YOUR INSTRUCTIONS.
This exercise asks for every record to be output again exactly.

Collected data.
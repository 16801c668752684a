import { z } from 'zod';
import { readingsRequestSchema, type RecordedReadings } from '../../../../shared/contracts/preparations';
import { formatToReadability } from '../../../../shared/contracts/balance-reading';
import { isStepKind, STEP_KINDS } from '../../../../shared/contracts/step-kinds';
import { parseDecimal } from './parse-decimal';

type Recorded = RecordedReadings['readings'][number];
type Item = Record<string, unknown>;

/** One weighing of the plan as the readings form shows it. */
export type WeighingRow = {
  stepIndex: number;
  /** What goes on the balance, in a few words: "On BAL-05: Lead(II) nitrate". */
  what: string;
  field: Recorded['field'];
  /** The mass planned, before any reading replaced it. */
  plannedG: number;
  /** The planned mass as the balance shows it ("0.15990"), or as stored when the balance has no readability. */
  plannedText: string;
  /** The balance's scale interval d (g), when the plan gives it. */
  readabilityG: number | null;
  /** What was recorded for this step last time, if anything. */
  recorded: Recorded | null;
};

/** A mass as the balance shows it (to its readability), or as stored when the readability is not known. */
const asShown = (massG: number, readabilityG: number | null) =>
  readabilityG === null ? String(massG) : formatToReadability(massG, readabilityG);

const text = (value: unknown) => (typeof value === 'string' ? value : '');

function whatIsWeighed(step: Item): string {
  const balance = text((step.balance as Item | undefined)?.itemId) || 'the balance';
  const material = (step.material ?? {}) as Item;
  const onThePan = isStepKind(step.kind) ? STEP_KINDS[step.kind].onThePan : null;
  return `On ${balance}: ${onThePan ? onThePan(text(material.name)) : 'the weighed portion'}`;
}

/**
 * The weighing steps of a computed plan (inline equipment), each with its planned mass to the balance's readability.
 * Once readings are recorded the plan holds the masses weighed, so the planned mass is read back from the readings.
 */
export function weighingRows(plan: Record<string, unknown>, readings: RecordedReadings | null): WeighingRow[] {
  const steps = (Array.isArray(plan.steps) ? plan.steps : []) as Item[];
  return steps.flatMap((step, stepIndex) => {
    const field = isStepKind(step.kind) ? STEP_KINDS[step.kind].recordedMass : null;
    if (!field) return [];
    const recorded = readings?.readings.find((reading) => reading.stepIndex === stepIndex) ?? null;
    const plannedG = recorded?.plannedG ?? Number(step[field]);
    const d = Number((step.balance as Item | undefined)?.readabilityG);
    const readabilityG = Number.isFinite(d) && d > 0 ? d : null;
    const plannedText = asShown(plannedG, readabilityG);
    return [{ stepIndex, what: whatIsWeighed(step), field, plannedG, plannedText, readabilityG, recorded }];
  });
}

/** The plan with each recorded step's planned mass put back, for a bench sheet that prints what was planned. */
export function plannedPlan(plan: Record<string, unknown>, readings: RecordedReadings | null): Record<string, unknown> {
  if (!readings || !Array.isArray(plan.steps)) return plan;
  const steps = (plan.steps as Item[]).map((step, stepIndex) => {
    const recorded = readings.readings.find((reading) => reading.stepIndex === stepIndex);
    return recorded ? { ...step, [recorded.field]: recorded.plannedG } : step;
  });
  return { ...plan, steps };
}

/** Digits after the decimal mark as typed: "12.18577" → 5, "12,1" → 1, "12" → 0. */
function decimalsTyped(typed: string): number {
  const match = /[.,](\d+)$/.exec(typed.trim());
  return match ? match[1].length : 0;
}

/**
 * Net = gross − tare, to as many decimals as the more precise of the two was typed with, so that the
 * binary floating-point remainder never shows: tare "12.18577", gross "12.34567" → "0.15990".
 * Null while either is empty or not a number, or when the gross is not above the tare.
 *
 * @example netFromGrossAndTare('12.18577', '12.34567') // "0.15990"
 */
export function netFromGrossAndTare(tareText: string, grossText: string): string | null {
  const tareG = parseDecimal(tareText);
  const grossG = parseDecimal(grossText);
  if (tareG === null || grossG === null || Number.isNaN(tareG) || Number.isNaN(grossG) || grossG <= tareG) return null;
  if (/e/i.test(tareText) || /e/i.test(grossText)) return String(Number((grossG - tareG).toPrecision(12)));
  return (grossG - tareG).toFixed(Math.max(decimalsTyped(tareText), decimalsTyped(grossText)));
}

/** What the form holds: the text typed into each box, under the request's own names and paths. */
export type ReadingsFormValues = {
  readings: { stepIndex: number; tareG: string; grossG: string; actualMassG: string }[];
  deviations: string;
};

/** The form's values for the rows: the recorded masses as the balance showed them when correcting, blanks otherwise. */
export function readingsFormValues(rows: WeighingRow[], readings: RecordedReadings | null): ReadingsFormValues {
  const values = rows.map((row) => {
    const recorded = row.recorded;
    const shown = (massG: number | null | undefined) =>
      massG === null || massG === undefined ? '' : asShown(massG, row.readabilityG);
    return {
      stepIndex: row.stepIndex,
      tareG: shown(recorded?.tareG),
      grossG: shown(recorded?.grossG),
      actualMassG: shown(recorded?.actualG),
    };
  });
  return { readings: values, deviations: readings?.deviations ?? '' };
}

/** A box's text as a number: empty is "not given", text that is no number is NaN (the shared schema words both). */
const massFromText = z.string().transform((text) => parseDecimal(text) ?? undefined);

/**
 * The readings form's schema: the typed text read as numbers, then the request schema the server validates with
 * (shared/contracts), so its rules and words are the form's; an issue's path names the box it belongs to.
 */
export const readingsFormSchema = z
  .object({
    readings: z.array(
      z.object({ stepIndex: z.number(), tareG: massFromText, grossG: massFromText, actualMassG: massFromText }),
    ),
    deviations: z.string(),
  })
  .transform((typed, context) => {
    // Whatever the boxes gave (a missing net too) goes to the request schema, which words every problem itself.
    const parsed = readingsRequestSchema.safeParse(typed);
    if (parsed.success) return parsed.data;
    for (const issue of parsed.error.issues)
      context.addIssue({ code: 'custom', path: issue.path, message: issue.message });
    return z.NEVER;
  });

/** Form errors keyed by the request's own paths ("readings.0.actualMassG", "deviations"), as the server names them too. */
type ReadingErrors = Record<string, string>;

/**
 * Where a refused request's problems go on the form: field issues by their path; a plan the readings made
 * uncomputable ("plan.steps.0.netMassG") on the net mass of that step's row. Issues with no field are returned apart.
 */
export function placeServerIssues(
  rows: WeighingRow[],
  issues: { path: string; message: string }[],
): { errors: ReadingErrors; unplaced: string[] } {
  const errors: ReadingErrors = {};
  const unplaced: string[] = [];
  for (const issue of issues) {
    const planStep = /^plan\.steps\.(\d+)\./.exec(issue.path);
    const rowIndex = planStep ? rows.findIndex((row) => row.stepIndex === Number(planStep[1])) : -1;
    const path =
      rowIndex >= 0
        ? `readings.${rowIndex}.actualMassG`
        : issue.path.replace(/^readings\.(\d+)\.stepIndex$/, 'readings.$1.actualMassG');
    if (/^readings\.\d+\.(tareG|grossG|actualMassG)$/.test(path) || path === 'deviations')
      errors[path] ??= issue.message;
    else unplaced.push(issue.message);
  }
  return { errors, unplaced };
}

RESPONSE AREA.
repository 16801c668752684a
import { z } from 'zod';
import { readingsRequestSchema, type RecordedReadings } from '../../../../shared/contracts/preparations';
import { formatToReadability } from '../../../../shared/contracts/balance-reading';
import { isStepKind, STEP_KINDS } from '../../../../shared/contracts/step-kinds';
import { parseDecimal } from './parse-decimal';

type Recorded = RecordedReadings['readings'][number];
type Item = Record<string, unknown>;

/** One weighing of the plan as the readings form shows it. */
export type WeighingRow = {
  stepIndex: number;
  /** What goes on the balance, in a few words: "On BAL-05: Lead(II) nitrate". */
  what: string;
  field: Recorded['field'];
  /** The mass planned, before any reading replaced it. */
  plannedG: number;
  /** The planned mass as the balance shows it ("0.15990"), or as stored when the balance has no readability. */
  plannedText: string;
  /** The balance's scale interval d (g), when the plan gives it. */
  readabilityG: number | null;
  /** What was recorded for this step last time, if anything. */
  recorded: Recorded | null;
};

/** A mass as the balance shows it (to its readability), or as stored when the readability is not known. */
const asShown = (massG: number, readabilityG: number | null) =>
  readabilityG === null ? String(massG) : formatToReadability(massG, readabilityG);

const text = (value: unknown) => (typeof value === 'string' ? value : '');

function whatIsWeighed(step: Item): string {
  const balance = text((step.balance as Item | undefined)?.itemId) || 'the balance';
  const material = (step.material ?? {}) as Item;
  const onThePan = isStepKind(step.kind) ? STEP_KINDS[step.kind].onThePan : null;
  return `On ${balance}: ${onThePan ? onThePan(text(material.name)) : 'the weighed portion'}`;
}

/**
 * The weighing steps of a computed plan (inline equipment), each with its planned mass to the balance's readability.
 * Once readings are recorded the plan holds the masses weighed, so the planned mass is read back from the readings.
 */
export function weighingRows(plan: Record<string, unknown>, readings: RecordedReadings | null): WeighingRow[] {
  const steps = (Array.isArray(plan.steps) ? plan.steps : []) as Item[];
  return steps.flatMap((step, stepIndex) => {
    const field = isStepKind(step.kind) ? STEP_KINDS[step.kind].recordedMass : null;
    if (!field) return [];
    const recorded = readings?.readings.find((reading) => reading.stepIndex === stepIndex) ?? null;
    const plannedG = recorded?.plannedG ?? Number(step[field]);
    const d = Number((step.balance as Item | undefined)?.readabilityG);
    const readabilityG = Number.isFinite(d) && d > 0 ? d : null;
    const plannedText = asShown(plannedG, readabilityG);
    return [{ stepIndex, what: whatIsWeighed(step), field, plannedG, plannedText, readabilityG, recorded }];
  });
}

/** The plan with each recorded step's planned mass put back, for a bench sheet that prints what was planned. */
export function plannedPlan(plan: Record<string, unknown>, readings: RecordedReadings | null): Record<string, unknown> {
  if (!readings || !Array.isArray(plan.steps)) return plan;
  const steps = (plan.steps as Item[]).map((step, stepIndex) => {
    const recorded = readings.readings.find((reading) => reading.stepIndex === stepIndex);
    return recorded ? { ...step, [recorded.field]: recorded.plannedG } : step;
  });
  return { ...plan, steps };
}

/** Digits after the decimal mark as typed: "12.18577" → 5, "12,1" → 1, "12" → 0. */
function decimalsTyped(typed: string): number {
  const match = /[.,](\d+)$/.exec(typed.trim());
  return match ? match[1].length : 0;
}

/**
 * Net = gross − tare, to as many decimals as the more precise of the two was typed with, so that the
 * binary floating-point remainder never shows: tare "12.18577", gross "12.34567" → "0.15990".
 * Null while either is empty or not a number, or when the gross is not above the tare.
 *
 * @example netFromGrossAndTare('12.18577', '12.34567') // "0.15990"
 */
export function netFromGrossAndTare(tareText: string, grossText: string): string | null {
  const tareG = parseDecimal(tareText);
  const grossG = parseDecimal(grossText);
  if (tareG === null || grossG === null || Number.isNaN(tareG) || Number.isNaN(grossG) || grossG <= tareG) return null;
  if (/e/i.test(tareText) || /e/i.test(grossText)) return String(Number((grossG - tareG).toPrecision(12)));
  return (grossG - tareG).toFixed(Math.max(decimalsTyped(tareText), decimalsTyped(grossText)));
}

/** What the form holds: the text typed into each box, under the request's own names and paths. */
export type ReadingsFormValues = {
  readings: { stepIndex: number; tareG: string; grossG: string; actualMassG: string }[];
  deviations: string;
};

/** The form's values for the rows: the recorded masses as the balance showed them when correcting, blanks otherwise. */
export function readingsFormValues(rows: WeighingRow[], readings: RecordedReadings | null): ReadingsFormValues {
  const values = rows.map((row) => {
    const recorded = row.recorded;
    const shown = (massG: number | null | undefined) =>
      massG === null || massG === undefined ? '' : asShown(massG, row.readabilityG);
    return {
      stepIndex: row.stepIndex,
      tareG: shown(recorded?.tareG),
      grossG: shown(recorded?.grossG),
      actualMassG: shown(recorded?.actualG),
    };
  });
  return { readings: values, deviations: readings?.deviations ?? '' };
}

/** A box's text as a number: empty is "not given", text that is no number is NaN (the shared schema words both). */
const massFromText = z.string().transform((text) => parseDecimal(text) ?? undefined);

/**
 * The readings form's schema: the typed text read as numbers, then the request schema the server validates with
 * (shared/contracts), so its rules and words are the form's; an issue's path names the box it belongs to.
 */
export const readingsFormSchema = z
  .object({
    readings: z.array(
      z.object({ stepIndex: z.number(), tareG: massFromText, grossG: massFromText, actualMassG: massFromText }),
    ),
    deviations: z.string(),
  })
  .transform((typed, context) => {
    // Whatever the boxes gave (a missing net too) goes to the request schema, which words every problem itself.
    const parsed = readingsRequestSchema.safeParse(typed);
    if (parsed.success) return parsed.data;
    for (const issue of parsed.error.issues)
      context.addIssue({ code: 'custom', path: issue.path, message: issue.message });
    return z.NEVER;
  });

/** Form errors keyed by the request's own paths ("readings.0.actualMassG", "deviations"), as the server names them too. */
type ReadingErrors = Record<string, string>;

/**
 * Where a refused request's problems go on the form: field issues by their path; a plan the readings made
 * uncomputable ("plan.steps.0.netMassG") on the net mass of that step's row. Issues with no field are returned apart.
 */
export function placeServerIssues(
  rows: WeighingRow[],
  issues: { path: string; message: string }[],
): { errors: ReadingErrors; unplaced: string[] } {
  const errors: ReadingErrors = {};
  const unplaced: string[] = [];
  for (const issue of issues) {
    const planStep = /^plan\.steps\.(\d+)\./.exec(issue.path);
    const rowIndex = planStep ? rows.findIndex((row) => row.stepIndex === Number(planStep[1])) : -1;
    const path =
      rowIndex >= 0
        ? `readings.${rowIndex}.actualMassG`
        : issue.path.replace(/^readings\.(\d+)\.stepIndex$/, 'readings.$1.actualMassG');
    if (/^readings\.\d+\.(tareG|grossG|actualMassG)$/.test(path) || path === 'deviations')
      errors[path] ??= issue.message;
    else unplaced.push(issue.message);
  }
  return { errors, unplaced };
}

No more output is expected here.